MRI data was acquired on a 3Tesla MRI scanner with a 32-channel head coil. The main structural sequence was volumetric T1-weighted MPRAGE (0.8 mm3 isotropic voxels, TR/TE = 1900/2.69 ms).
DWI data
All DWI data processing and tractography reconstructions were performed using the MRtrix3 software. Multishell DWI data acquired with multi-band (MB) acceleration was conducted for 3 cases (b-values [no. of DW directions/ no. of b = 0 s/mm2] = 2800 s/mm2 [60/10]; 2000 s/mm2 [45/6]; 1000 s/mm2 [25/6]; MB factor = 3; 2.3 mm3 isotropic voxels; TR/TE = 3200/110 ms). Single-shell High Angular Resolution Diffusion Imaging acquired without MB acceleration for 8 cases (60 DW directions; b = 3000 s/mm2; 7 b = 0 s/mm2; 2.3 mm3 isotropic voxels; TR/TE = 7600/110 ms).

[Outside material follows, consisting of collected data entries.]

def _observations_at(observations: pd.DataFrame, names: Sequence[str], ids: pd.Index,
                     stay_codes: IntArray, at: IntArray) -> dict[str, FloatArray]:
    """``observations_at`` with stays given as positions in ``ids``."""
    n = stay_codes.size
    out: dict[str, FloatArray] = {}
    obs_code = ids.get_indexer(observations["stay_id"].to_numpy())
    for name in names:
        value = np.full(n, np.nan)
        change = np.full(n, np.nan)
        hours = np.full(n, np.nan)
        out[name], out[f"{name}_change"], out[f"{name}_hours"] = value, change, hours
        pick = ((observations["name"] == name).to_numpy() & (obs_code >= 0))
        if not pick.any():
            continue
        obs = observations.loc[pick]
        stay = obs_code[pick].astype(np.int64)
        observed = utc_ns(obs["observed_at"])
        known = np.maximum(observed, utc_ns(obs["recorded_at"]))
        version_value = obs["value"].to_numpy(dtype=float)
        order = np.lexsort((known, observed, stay))
        stay, observed, known = stay[order], observed[order], known[order]
        version_value = version_value[order]
        first = np.r_[True, (stay[1:] != stay[:-1]) | (observed[1:] != observed[:-1])]
        key_of_version = np.cumsum(first) - 1
        key_stay, key_observed, key_known = stay[first], observed[first], known[first]
        key_id = np.arange(key_stay.size)
        stay_start = np.r_[True, key_stay[1:] != key_stay[:-1]]
        first_in_stay = np.maximum.accumulate(np.where(stay_start, key_id, 0))
        running = pd.Series(key_known).groupby(key_stay).cummax().to_numpy()
        dirty = np.unique(key_stay[key_known < running])

        left = pd.DataFrame({"stay": stay_codes, "at": at, "row": np.arange(n)})
        left = left.sort_values("at", kind="mergesort")
        right = pd.DataFrame({"stay": key_stay, "known": key_known, "key": key_id})
        latest = pd.merge_asof(left, right.sort_values("known", kind="mergesort"),
                               left_on="at", right_on="known", by="stay",
                               direction="backward", allow_exact_matches=True)
        latest = latest.loc[latest["key"].notna()]
        rows = latest["row"].to_numpy()
        key = latest["key"].to_numpy(dtype=np.int64)
        prev_key = np.where(key > first_in_stay[key], key - 1, -1)
        moments = latest["at"].to_numpy(dtype=np.int64)
        versions = pd.DataFrame({"key": key_of_version, "known": known,
                                 "value": version_value}).sort_values("known", kind="mergesort")
        current = _version_at(versions, key, moments)
        previous = _version_at(versions, prev_key, moments)
        value[rows] = current
        change[rows] = current - previous
        hours[rows] = (moments - key_observed[key]) / NS_PER_HOUR

        if dirty.size:
            by_stay = {int(c): g for c, g in obs.groupby(obs_code[pick], sort=False)
                       if int(c) in set(dirty.tolist())}
            for i in np.flatnonzero(np.isin(stay_codes, dirty)):
                moment = pd.Timestamp(int(at[i]), tz="UTC")
                found = latest_observations(by_stay[int(stay_codes[i])], moment)
                value[i] = change[i] = hours[i] = np.nan
                if found.empty:
                    continue
                rec = found.iloc[0]
                value[i] = float(rec["value"])
                change[i] = float(rec["value"]) - float(rec["previous"])
                hours[i] = (moment - rec["observed_at"]).total_seconds() / 3600.0
    return out


@dataclass(frozen=True, eq=False)
class Landmarks:
    """One row per stay per landmark instant, with what was known then and the outcome.

    Attributes
    ----------
    stay_index : ndarray
        Row of ``stays`` the landmark belongs to.
    at_ns, at_local : ndarray
        The landmark instant (UTC ns; local days).
    days_in : ndarray
        Days in the unit at the landmark.
    observed : dict
        Observation columns (value, change, hours) at the landmark.
    end_ns : ndarray
        Discharge, or the cut-off for stays still in (censored).
    ended : ndarray of bool
        Discharged by the cut-off.
    extract_ns : int or None
        When the extract began (:func:`app.state.extract.extract_start_ns`); no landmark
        comes before it.
    """

    stays: pd.DataFrame
    stay_index: IntArray
    at_ns: IntArray
    at_local: FloatArray
    days_in: FloatArray
    observed: Mapping[str, FloatArray]
    end_ns: IntArray
    ended: npt.NDArray[np.bool_]
    extract_ns: int | None = None

    @property
    def size(self) -> int:
        return int(self.stay_index.size)

    @property
    def remaining_days(self) -> FloatArray:
        return (self.end_ns - self.at_ns) / NS_PER_DAY

    def subset(self, mask: npt.NDArray[np.bool_]) -> Landmarks:
        return Landmarks(stays=self.stays, stay_index=self.stay_index[mask],
                         at_ns=self.at_ns[mask], at_local=self.at_local[mask],
                         days_in=self.days_in[mask],
                         observed={k: v[mask] for k, v in self.observed.items()},
                         end_ns=self.end_ns[mask], ended=self.ended[mask],
                         extract_ns=self.extract_ns)

    def censored_at(self, cutoff_ns: int) -> Landmarks:
        """The same landmarks as known at an earlier cut-off (landmarks before it only)."""
        keep = self.at_ns < cutoff_ns
        sub = self.subset(keep)
        ended = sub.ended & (sub.end_ns <= cutoff_ns)
        end = np.where(ended, sub.end_ns, np.minimum(sub.end_ns, cutoff_ns))
        end = np.where(~sub.ended, cutoff_ns, end)
        return replace(sub, end_ns=end, ended=ended)
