"""The fast estimator of the mean dimension (registered as ``fast``): 2N evaluations whatever d is, RQMC gain kept.

The N design points (A, B) of a randomization are split among the d inputs in
consecutive runs: input j gets the rows ``[o_j, o_j + n_j)`` and there its rows
are f(A) and f(A with column j from B). Then

    sum_j tau_j = sum_j (1 / n_j) sum_{i in run j} (f(A_i) - f(A_B^{(j)}_i))^2 / 2,

and the variance pools the 2N values f(A) and f(A_B^{(j)}), all distributed as f(x).

Why runs and not a hashed assignment: for N a power of two each n_j is a
power of two, ``n_j = 2^a`` or ``2^{a+1}`` with ``2^a <= N / d < 2^{a+1}``
(the larger runs first), so every run starts at a multiple of its length. Such
a run of a scrambled Sobol' sequence is itself a scrambled digital net, and each
term of the sum is a fixed integrand, ``(f(x) - f(x with z_j))^2 / 2``, averaged
over a net of its own: its variance falls at the RQMC rate in n_j. A hash that
scatters rows over the inputs leaves each term an average over an irregular
subset of the points, with about the Monte Carlo variance. For other N (plain
Monte Carlo points) the runs are balanced, lengths differing by at most one.

Intervals come, as for every estimator, from independent randomizations: the
terms of one randomization need not be independent of each other.

References
----------
.. [1] "Estimating mean dimensionality of analysis of variance
   decompositions", J. Amer. Statist. Assoc., 2006 (nu = sum of total indices).
.. [2] That consecutive runs of 2^a points of a digital (t, s)-sequence in base
   2, starting at a multiple of 2^a, are (t, a, s)-nets is a standard property of
   digital sequences (common practice, no source).
"""

from __future__ import annotations

from typing import Any

import numpy as np

from ..errors import UserError
from .totals import TotalSums

__all__ = ["Split", "SplitSums", "split_counts", "split_inputs"]


def split_counts(points: int, d: int) -> np.ndarray:
    """Rows n_j of each input's run (see the module docstring); they add up to ``points``.

    Parameters
    ----------
    points : int
        N per randomization (at least d).
    d : int
        Number of inputs.

    Returns
    -------
    ndarray of int64, shape (d,)
        Powers of two, the larger first, when N is a power of two; else balanced.

    Raises
    ------
    ValueError
        When there are fewer points than inputs.

    Examples
    --------
    >>> from audit.estimators.split import split_counts
    >>> split_counts(64, 5).tolist()       # 8 <= 64 / 5 < 16: three runs of 16, two of 8
    [16, 16, 16, 8, 8]
    >>> split_counts(10, 3).tolist()       # not a power of two: balanced
    [4, 3, 3]
    """
    points, d = int(points), int(d)
    if d < 1 or points < d:
        raise ValueError(f"the split estimator needs at least as many points as inputs ({d}), got {points}.")
    if points & (points - 1) == 0:
        base = 1 << ((points // d).bit_length() - 1)
        double = points // base - d
        return np.array([2 * base] * double + [base] * (d - double), dtype=np.int64)
    q, r = divmod(points, d)
    return np.array([q + 1] * r + [q] * (d - r), dtype=np.int64)


def split_inputs(start: int, n: int, counts: np.ndarray) -> np.ndarray:
    """The input j of each global row ``start .. start + n - 1``.

    Parameters
    ----------
    start, n : int
        First global row and number of rows.
    counts : ndarray of int
        The runs' lengths (:func:`split_counts`).

    Returns
    -------
    ndarray of intp, shape (n,)
        Depends on the global row alone, not on how rows are split into blocks.
    """
    ends = np.cumsum(counts)
    return np.searchsorted(ends, np.arange(start, start + n), side="right").astype(np.intp)


class SplitSums(TotalSums):
    """Sums of the split estimator for ``k`` units and ``d`` inputs (as :class:`~audit.estimators.totals.TotalSums`)."""

    def add(self, y: np.ndarray, js: np.ndarray) -> None:
        """Add the outputs ``y`` (2n, k) of a block's rows; ``js`` the input of each design point."""
        n = y.shape[0] // 2
        diff = y[:n] - y[n:]
        self.add_parts(y, diff * diff, js)


class Split:
    """The mean dimension (and a total index per input) from 2N evaluations, keeping the RQMC gain.

    Parameters
    ----------
    d : int
        Number of inputs.
    points : int
        N per randomization (input j gets n_j of them, :func:`split_counts`).

    Examples
    --------
    >>> import numpy as np
    >>> from audit.design import Design
    >>> from audit.estimators import make_estimator
    >>> from audit.inputs import Law
    >>> est = make_estimator("split", d=2, points=256)
    >>> block = Design([Law("uniform")] * 2, 256, 1, seed=3).block(0, 0, 256)
    >>> rows, context = est.layout(block, np.float64)
    >>> rows.shape
    (512, 2)
    >>> sums = est.sums(1, True, block)
    >>> sums.add((rows[:, 0] + rows[:, 1])[:, None], context)
    >>> r = sums.finish(ddof=0)
    >>> bool(abs(r.total_sum[0] / r.variance[0] - 1) < 0.05)      # additive: nu = 1
    True
    """

    name = "fast"
    label = "fast estimator (mean dimension; the points split among the inputs in runs of scrambled nets)"
    help = (
        "the mean dimension and a total index per input, 2N evaluations per randomization whatever d is; "
        "each input's differences average over a scrambled net of their own, so the RQMC gain is kept"
    )
    copies = 2
    first_order = False
    #: Default randomizations: its replicates of nu are skewed on heavy-tailed outputs (each input's
    #: differences average over about N / d rows), and a t-interval over 8 or 10 of them under-covers;
    #: 32 at the same evaluations cover (tests/validation/test_estimator_coverage.py).
    replicates = 32

    @classmethod
    def build(cls, d: int, points: int, groups: Any = None) -> Split:
        """The registry's constructor (:func:`audit.estimators.make_estimator`)."""
        if groups is not None:
            raise UserError("The split estimator measures single inputs only; use the Jansen estimator for groups.")
        return cls(d, points)

    def __init__(self, d: int, points: int) -> None:
        self.d, self.points = int(d), int(points)
        self.counts = split_counts(self.points, self.d) if self.points >= self.d else None

    def rows_per_point(self) -> int:
        return 2

    def check(self, points: int) -> None:
        if points < self.d:
            raise UserError(
                f"The fast estimator needs at least as many points as inputs ({self.d}); got {points}. Raise `points`."
            )
        if points != self.points:
            raise ValueError(f"the split estimator was built for {self.points} points, the design has {points}.")

    def layout(self, block: Any, dtype: Any) -> tuple[np.ndarray, np.ndarray]:
        """Rows A, then A with column j(i) from B, as one (2n, d) array; the context is j(i)."""
        if self.counts is None:
            self.check(self.points)
        A, B = block.A.astype(dtype, copy=False), block.B.astype(dtype, copy=False)
        n = A.shape[0]
        js = split_inputs(block.start, n, self.counts)
        AJ = A.copy()
        AJ[np.arange(n), js] = B[np.arange(n), js]
        return np.concatenate([A, AJ]), js

    def sums(self, units: int, detail: bool, block: Any = None) -> SplitSums:
        weights = None if detail else 1.0 / self.counts
        return SplitSums(units, self.d, detail, weights)

    def restore(self, state: dict[str, np.ndarray]) -> SplitSums:
        return SplitSums.from_state(state)

    def state_size(self, units: int, detail: bool) -> int:
        return units * ((self.d if detail else 1) + 2) + self.d
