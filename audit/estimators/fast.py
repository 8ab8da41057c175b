"""The one-coordinate estimator of the mean dimension: 2N evaluations whatever d is.

Per design point i one coordinate j(i) is resampled: the rows are f(A) and
f(A with column j(i) from B). Rows are cut into chunks of d consecutive rows;
each chunk visits every coordinate once, in an order drawn by a seeded hash of
the chunk number, so counts n_j are balanced and the assignment depends on the
global row only (not on how rows are split into blocks). Then

    sum_j tau_j = sum_j mean_{i: j(i) = j} (f(A) - f(A_B^{(j)}))^2 / 2,

and the variance pools the 2N values f(A) and f(A_B^{(j(i))}), all distributed as f(x).
Without per-input detail the per-row weights 1 / n_j make it an O(1)-state sum.

References
----------
.. [1] "Estimating mean dimensionality of analysis of variance
   decompositions", J. Amer. Statist. Assoc., 2006 (nu = sum of total indices).
.. [2] The splitmix64 finaliser used as the hash is common practice, no source.
"""

from __future__ import annotations

from typing import Any

import numpy as np

from ..errors import UserError
from .base import Moments, RepEstimates

__all__ = ["Fast", "FastSums", "fast_assignment", "fast_counts"]


def _mix(x: np.ndarray) -> np.ndarray:
    """splitmix64 finaliser: a fast, well-spread hash of uint64 values."""
    x = x + np.uint64(0x9E3779B97F4A7C15)
    x = (x ^ (x >> np.uint64(30))) * np.uint64(0xBF58476D1CE4E5B9)
    x = (x ^ (x >> np.uint64(27))) * np.uint64(0x94D049BB133111EB)
    return x ^ (x >> np.uint64(31))


def _chunk_perms(first: int, count: int, d: int, seed: int) -> np.ndarray:
    """Random permutations of 0..d-1 for chunks ``first .. first+count-1`` (one row each)."""
    c = np.arange(first, first + count, dtype=np.uint64)[:, None]
    j = np.arange(d, dtype=np.uint64)[None, :]
    with np.errstate(over="ignore"):
        keys = _mix(_mix(c * np.uint64(d) + j) ^ np.uint64(int(seed) % 2**64))
    return np.argsort(keys, axis=1, kind="stable")


def fast_assignment(start: int, n: int, d: int, seed: int) -> np.ndarray:
    """Coordinates j(g) of global rows ``g = start .. start+n-1`` (see the module docstring)."""
    first, last = start // d, (start + n - 1) // d
    perms = _chunk_perms(first, last - first + 1, d, seed).ravel()
    return perms[start - first * d : start - first * d + n]


def fast_counts(points: int, d: int, seed: int) -> np.ndarray:
    """How many of the N rows each coordinate gets."""
    base, extra = divmod(points, d)
    counts = np.full(d, base, dtype=np.int64)
    if extra:
        counts += np.bincount(_chunk_perms(base, 1, d, seed)[0, :extra], minlength=d)
    return counts


class FastSums:
    """Sums of the one-coordinate estimator for ``k`` units.

    Parameters
    ----------
    k, d : int
        Units and inputs.
    detail : bool
        Keep per-input sums (a total index per input); otherwise O(1) per unit.
    weights : ndarray, shape (d,), optional
        ``1 / n_j`` for each coordinate; needed without detail.
    """

    def __init__(self, k: int, d: int, detail: bool = True, weights: np.ndarray | None = None) -> None:
        self.k, self.d, self.detail = int(k), int(d), bool(detail)
        self.rows = 0
        self.moments = Moments(k)
        if detail:
            self.tot = np.zeros((d, k))
            self.cnt = np.zeros(d, dtype=np.int64)
        else:
            if weights is None:
                raise ValueError("the fast estimator without detail needs weights (1 / n_j).")
            self.weights = np.asarray(weights, dtype=np.float64)
            self.tot_sum = np.zeros(k)

    def add(self, y: np.ndarray, js: np.ndarray) -> None:
        """Add the outputs ``y`` (2n, k) of a block's rows; ``js`` the resampled coordinates."""
        n = y.shape[0] // 2
        yA, yJ = y[:n], y[n:]
        self.rows += n
        self.moments.add_pair(yA, yJ)
        sq = (yA - yJ) ** 2
        if self.detail:
            np.add.at(self.tot, js, sq)
            self.cnt += np.bincount(js, minlength=self.d)
        else:
            self.tot_sum += self.weights[js] @ sq

    def merge(self, other: FastSums) -> None:
        if (other.k, other.d, other.detail) != (self.k, self.d, self.detail):
            raise ValueError("cannot merge sums of different shapes.")
        self.rows += other.rows
        self.moments.merge(other.moments)
        if self.detail:
            self.tot += other.tot
            self.cnt += other.cnt
        else:
            self.tot_sum += other.tot_sum

    def state(self) -> dict[str, np.ndarray]:
        s = {
            "meta": np.array([self.k, self.d, self.detail, self.rows, self.moments.count]),
            "mean": self.moments.mean,
            "m2": self.moments.m2,
        }
        if self.detail:
            s.update(tot=self.tot, cnt=self.cnt)
        else:
            s.update(tot_sum=self.tot_sum, weights=self.weights)
        return s

    @classmethod
    def from_state(cls, s: dict[str, np.ndarray]) -> FastSums:
        k, d, detail, rows, count = (int(v) for v in s["meta"])
        out = cls(k, d, bool(detail), s.get("weights"))
        out.rows, out.moments.count = rows, count
        out.moments.mean, out.moments.m2 = np.array(s["mean"]), np.array(s["m2"])
        for name in ("tot", "cnt", "tot_sum"):
            if name in s:
                setattr(out, name, np.array(s[name]))
        return out

    def finish(self, ddof: int) -> RepEstimates:
        if self.rows == 0:
            raise ValueError("no rows have been added.")
        m = self.moments
        var = m.variance(ddof)
        if not self.detail:
            return RepEstimates(m.mean.copy(), var, None, None, self.tot_sum / 2)
        with np.errstate(invalid="ignore", divide="ignore"):
            tot = self.tot / (2 * self.cnt[:, None])
        return RepEstimates(m.mean.copy(), var, tot, None, np.nansum(tot, axis=0))


class Fast:
    """The mean dimension (and a total index per input) from 2N evaluations.

    Parameters
    ----------
    d : int
        Number of inputs.
    points : int
        N per randomization (each coordinate gets about N / d rows).
    """

    name = "hashed"
    label = "hashed one-coordinate estimator (mean dimension; no gain from scrambled points: Monte Carlo rate)"
    help = (
        "netdim 0.1's fast estimator, kept so its reports reproduce: 2N evaluations, but the hashed order "
        "loses the RQMC gain (use fast)"
    )
    copies = 2
    first_order = False
    replicates = 8

    @classmethod
    def build(cls, d: int, points: int, groups: Any = None) -> Fast:
        """The registry's constructor (:func:`audit.estimators.make_estimator`)."""
        if groups is not None:
            raise UserError("The fast estimator measures single inputs only; use the Jansen estimator for groups.")
        return cls(d, points)

    def __init__(self, d: int, points: int) -> None:
        self.d, self.points = int(d), int(points)

    def settings(self) -> dict[str, Any]:
        """What, besides the design, this estimator's numbers depend on (for checkpoints)."""
        return {}

    def rows_per_point(self) -> int:
        return 2

    def check(self, points: int) -> None:
        if points < self.d:
            raise UserError(
                f"The fast estimator needs at least as many points as inputs ({self.d}); got {points}. Raise `points`."
            )

    def layout(self, block: Any, dtype: Any) -> tuple[np.ndarray, np.ndarray]:
        A, B = block.A.astype(dtype, copy=False), block.B.astype(dtype, copy=False)
        n = A.shape[0]
        js = fast_assignment(block.start, n, self.d, int(block.rep_seed))
        AJ = A.copy()
        AJ[np.arange(n), js] = B[np.arange(n), js]
        return np.concatenate([A, AJ]), js

    def sums(self, units: int, detail: bool, block: Any) -> FastSums:
        weights = None if detail else 1.0 / fast_counts(self.points, self.d, int(block.rep_seed))
        return FastSums(units, self.d, detail, weights)

    def restore(self, state: dict[str, np.ndarray]) -> FastSums:
        return FastSums.from_state(state)

    def state_size(self, units: int, detail: bool) -> int:
        return units * ((self.d if detail else 1) + 2) + self.d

A pair of b = 0 s/mm2 images with inverse phase encoding directions were obtained for susceptibility-induced geometric distortion correction.9
The DWI data was corrected sequentially for: thermal noise; Gibbs-ringing artefacts; eddy current and motion-induced distortions; EPI susceptibility-induced geometric distortions and b1-bias field induced inhomogeneity. White matter microstructural organisation was estimated based on multi-tissue Constrained Spherical Deconvolution modelling techniques.10,11
Arcuate fasciculus (AF) tractography
Tractography was performed using a probabilistic tracking algorithm with streamline reconstruction constrained by the Anatomically-Constrained Tractography framework.12 A target-specific tractography strategy based on region-of-interests placements in areas with known anatomical priors, guided by fibre-orientation distribution based directional encoded colour map. Arcuate fasciculus was reconstructed in three subcomponents: the long direct, anterior indirect and posterior indirect segments, based on previous cadaveric dissection13 and tractography studies.14
FMRI data and paradigms
Block design noun-verb generation and orthographic-lexical-retrieval language fMRI paradigms were used.15 The fMRI data was acquired using a gradient-echo EPI pulse sequence (1.9 mm in-plane voxel resolution; 3.0 mm slice thickness; TR/TE = 3000/40ms; 38 contiguous slices).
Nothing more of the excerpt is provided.